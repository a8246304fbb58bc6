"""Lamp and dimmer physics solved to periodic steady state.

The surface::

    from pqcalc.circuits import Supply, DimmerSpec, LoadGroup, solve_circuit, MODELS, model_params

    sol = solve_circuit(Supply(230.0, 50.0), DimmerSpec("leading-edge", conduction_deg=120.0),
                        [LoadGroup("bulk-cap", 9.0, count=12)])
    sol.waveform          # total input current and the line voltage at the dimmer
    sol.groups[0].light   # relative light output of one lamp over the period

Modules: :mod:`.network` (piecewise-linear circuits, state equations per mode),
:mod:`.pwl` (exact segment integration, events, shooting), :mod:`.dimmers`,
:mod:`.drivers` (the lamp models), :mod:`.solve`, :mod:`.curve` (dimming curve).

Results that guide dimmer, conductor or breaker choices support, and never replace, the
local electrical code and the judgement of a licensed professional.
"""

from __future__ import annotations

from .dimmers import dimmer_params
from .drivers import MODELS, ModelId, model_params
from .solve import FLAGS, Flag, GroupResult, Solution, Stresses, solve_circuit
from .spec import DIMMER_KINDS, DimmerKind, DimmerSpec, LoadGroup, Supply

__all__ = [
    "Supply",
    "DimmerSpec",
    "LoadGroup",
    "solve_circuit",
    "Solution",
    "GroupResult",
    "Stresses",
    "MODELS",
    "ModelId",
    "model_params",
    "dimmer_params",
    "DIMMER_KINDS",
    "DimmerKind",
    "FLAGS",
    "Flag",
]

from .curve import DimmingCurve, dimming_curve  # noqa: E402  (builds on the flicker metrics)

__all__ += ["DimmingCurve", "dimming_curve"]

### YOUR OBJECTIVE
The full set of entries above needs to be restated word for word.

### REPLY
repository a8246304fbb58bc6
"""Lamp and dimmer physics solved to periodic steady state.

The surface::

    from pqcalc.circuits import Supply, DimmerSpec, LoadGroup, solve_circuit, MODELS, model_params

    sol = solve_circuit(Supply(230.0, 50.0), DimmerSpec("leading-edge", conduction_deg=120.0),
                        [LoadGroup("bulk-cap", 9.0, count=12)])
    sol.waveform          # total input current and the line voltage at the dimmer
    sol.groups[0].light   # relative light output of one lamp over the period

Modules: :mod:`.network` (piecewise-linear circuits, state equations per mode),
:mod:`.pwl` (exact segment integration, events, shooting), :mod:`.dimmers`,
:mod:`.drivers` (the lamp models), :mod:`.solve`, :mod:`.curve` (dimming curve).

Results that guide dimmer, conductor or breaker choices support, and never replace, the
local electrical code and the judgement of a licensed professional.
"""

from __future__ import annotations

from .dimmers import dimmer_params
from .drivers import MODELS, ModelId, model_params
from .solve import FLAGS, Flag, GroupResult, Solution, Stresses, solve_circuit
from .spec import DIMMER_KINDS, DimmerKind, DimmerSpec, LoadGroup, Supply

__all__ = [
    "Supply",
    "DimmerSpec",
    "LoadGroup",
    "solve_circuit",
    "Solution",
    "GroupResult",
    "Stresses",
    "MODELS",
    "ModelId",
    "model_params",
    "dimmer_params",
    "DIMMER_KINDS",
    "DimmerKind",
    "FLAGS",
    "Flag",
]

from .curve import DimmingCurve, dimming_curve  # noqa: E402  (builds on the flicker metrics)

__all__ += ["DimmingCurve", "dimming_curve"]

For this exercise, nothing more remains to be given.